Write the entries out again. Each one must match exactly.

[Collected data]
[Start of Attachment]

// shortestInterval returns the shortest interval holding q = ⌊pM + ½⌋ of
// the M values (JCGM 101 §7.7.2): [y₍ᵣ₎, y₍ᵣ₊q₋₁₎] over r, the first such r
// when several are equally short. Only the L = M − q + 1 smallest and
// largest values need to be in order. They are found by splitting at two
// thresholds taken from a sample of the values, with a margin, and checked
// to hold at least L values each (then they hold the L smallest and
// largest exactly); the two tails are sorted concurrently. When the check
// fails (heavy ties) they are separated by selection instead. vals is
// reordered.
func shortestInterval(vals []float64, p float64) (lo, hi float64) {
	M := len(vals)
	q := int(p*float64(M) + 0.5)
	q = max(1, min(q, M))
	L := M - q + 1          // candidate lower ends: ranks 0..L−1; upper ends: ranks q−1..M−1
	var low, high []float64 // low[r] = y₍ᵣ₎, high[len(high)−L+r] = y₍ᵣ₊q₋₁₎
	switch {
	case 2*L >= M:
		slices.Sort(vals)
		low, high = vals, vals
	default:
		var ok bool
		if low, high, ok = splitTails(vals, L); !ok {
			selectK(vals, L)
			selectK(vals[L:], q-1-L)
			low, high = vals[:L], vals[q-1:]
		}
		var wg sync.WaitGroup
		wg.Go(func() { radixSort(low) })
		radixSort(high)
		wg.Wait()
	}
	off := len(high) - L
	best := math.Inf(1)
	for r := range L {
		if w := high[off+r] - low[r]; w < best {
			best, lo, hi = w, low[r], high[off+r]
		}
	}
	return lo, hi
}

// splitTails copies the values at or below a low threshold and at or above a
// high one, thresholds read from a strided sample of 4096 values with a
// margin of about eight sampling standard deviations beyond rank L. ok says
// that each tail holds at least L values, hence the L smallest (largest)
// values of all, and that the tails are disjoint.
func splitTails(vals []float64, L int) (low, high []float64, ok bool) {
	M := len(vals)
	const ns = 4096
	if M < 8*ns {
		return nil, nil, false
	}
	sample := make([]float64, ns)
	stride := M / ns
	for i := range sample {
		sample[i] = vals[i*stride]
	}
	slices.Sort(sample)
	e := float64(L) / float64(M) * ns // expected sample rank of the L-th value
	k := int(e + 8*math.Sqrt(e) + 8)
	if 2*k >= ns {
		return nil, nil, false
	}
	tLow, tHigh := sample[k], sample[ns-1-k]
	if !(tLow < tHigh) {
		return nil, nil, false
	}
	c := int(float64(M)*float64(k+1)/ns*1.25) + 64
	low, high = make([]float64, 0, c), make([]float64, 0, c)
	for _, v := range vals {
		if v <= tLow {
			low = append(low, v)
		} else if v >= tHigh {
			high = append(high, v)
		}
	}
	return low, high, len(low) >= L && len(high) >= L
}

// radixSort sorts finite values in ascending order by a least-significant-
// digit radix sort of their IEEE 754 bits, mapped to unsigned keys whose
// order is the values' order (negative values: all bits flipped; others:
// the sign bit set), eight passes of eight bits, a pass skipped when every
// key has the same digit. O(n), against O(n log n) comparisons.
func radixSort(a []float64) {
	n := len(a)
	if n < 256 {
		slices.Sort(a)
		return
	}
	keys, tmp := make([]uint64, n), make([]uint64, n)
	for i, v := range a {
		k := math.Float64bits(v)
		if k>>63 == 1 {
			k = ^k
		} else {
			k |= 1 << 63
		}
		keys[i] = k
	}
	var count [8][256]int
	for _, k := range keys {
		for d := range 8 {
			count[d][byte(k>>(8*d))]++
		}
	}
	for d := range 8 {
		c := &count[d]
		if c[byte(keys[0]>>(8*d))] == n {
			continue
		}
		sum := 0
		for i, v := range c {
			c[i] = sum
			sum += v
		}
		for _, k := range keys {
			b := byte(k >> (8 * d))
			tmp[c[b]] = k
			c[b]++
		}
		keys, tmp = tmp, keys
	}
	for i, k := range keys {
		if k>>63 == 1 {
			k &^= 1 << 63
		} else {
			k = ^k
		}
		a[i] = math.Float64frombits(k)
	}
}
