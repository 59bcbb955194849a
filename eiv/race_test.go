//go:build race

package eiv_test

func init() { raceEnabled = true }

[End of Attachment]

• OUTPUT BELOW:
// shortestInterval returns the shortest interval holding q = ⌊pM + ½⌋ of
// the M values (JCGM 101 §7.7.2): [y₍ᵣ₎, y₍ᵣ₊q₋₁₎] over r, the first such r
// when several are equally short. Only the L = M − q + 1 smallest and
// largest values need to be in order. They are found by splitting at two
// thresholds taken from a sample of the values, with a margin, and checked
// to hold at least L values each (then they hold the L smallest and
// largest exactly); the two tails are sorted concurrently. When the check
// fails (heavy ties) they are separated by selection instead. vals is
// reordered.
func shortestInterval(vals []float64, p float64) (lo, hi float64) {
	M := len(vals)
	q := int(p*float64(M) + 0.5)
	q = max(1, min(q, M))
	L := M - q + 1          // candidate lower ends: ranks 0..L−1; upper ends: ranks q−1..M−1
	var low, high []float64 // low[r] = y₍ᵣ₎, high[len(high)−L+r] = y₍ᵣ₊q₋₁₎
	switch {
	case 2*L >= M:
		slices.Sort(vals)
		low, high = vals, vals
	default:
		var ok bool
		if low, high, ok = splitTails(vals, L); !ok {
			selectK(vals, L)
			selectK(vals[L:], q-1-L)
			low, high = vals[:L], vals[q-1:]
		}
		var wg sync.WaitGroup
		wg.Go(func() { radixSort(low) })
		radixSort(high)
		wg.Wait()
	}
	off := len(high) - L
	best := math.Inf(1)
	for r := range L {
		if w := high[off+r] - low[r]; w < best {
			best, lo, hi = w, low[r], high[off+r]
		}
	}
	return lo, hi
}

// splitTails copies the values at or below a low threshold and at or above a
// high one, thresholds read from a strided sample of 4096 values with a
// margin of about eight sampling standard deviations beyond rank L. ok says
// that each tail holds at least L values, hence the L smallest (largest)
// values of all, and that the tails are disjoint.
func splitTails(vals []float64, L int) (low, high []float64, ok bool) {
	M := len(vals)
	const ns = 4096
	if M < 8*ns {
		return nil, nil, false
	}
	sample := make([]float64, ns)
	stride := M / ns
	for i := range sample {
		sample[i] = vals[i*stride]
	}
	slices.Sort(sample)
	e := float64(L) / float64(M) * ns // expected sample rank of the L-th value
	k := int(e + 8*math.Sqrt(e) + 8)
	if 2*k >= ns {
		return nil, nil, false
	}
	tLow, tHigh := sample[k], sample[ns-1-k]
	if !(tLow < tHigh) {
		return nil, nil, false
	}
	c := int(float64(M)*float64(k+1)/ns*1.25) + 64
	low, high = make([]float64, 0, c), make([]float64, 0, c)
	for _, v := range vals {
		if v <= tLow {
			low = append(low, v)
		} else if v >= tHigh {
			high = append(high, v)
		}
	}
	return low, high, len(low) >= L && len(high) >= L
}

// radixSort sorts finite values in ascending order by a least-significant-
// digit radix sort of their IEEE 754 bits, mapped to unsigned keys whose
// order is the values' order (negative values: all bits flipped; others:
// the sign bit set), eight passes of eight bits, a pass skipped when every
// key has the same digit. O(n), against O(n log n) comparisons.
func radixSort(a []float64) {
	n := len(a)
	if n < 256 {
		slices.Sort(a)
		return
	}
	keys, tmp := make([]uint64, n), make([]uint64, n)
	for i, v := range a {
		k := math.Float64bits(v)
		if k>>63 == 1 {
			k = ^k
		} else {
			k |= 1 << 63
		}
		keys[i] = k
	}
	var count [8][256]int
	for _, k := range keys {
		for d := range 8 {
			count[d][byte(k>>(8*d))]++
		}
	}
	for d := range 8 {
		c := &count[d]
		if c[byte(keys[0]>>(8*d))] == n {
			continue
		}
		sum := 0
		for i, v := range c {
			c[i] = sum
			sum += v
		}
		for _, k := range keys {
			b := byte(k >> (8 * d))
			tmp[c[b]] = k
			c[b]++
		}
		keys, tmp = tmp, keys
	}
	for i, k := range keys {
		if k>>63 == 1 {
			k &^= 1 << 63
		} else {
			k = ^k
		}
		a[i] = math.Float64frombits(k)
	}
}
repository 59bcbb955194849a
filename eiv/race_test.go
//go:build race

package eiv_test

func init() { raceEnabled = true }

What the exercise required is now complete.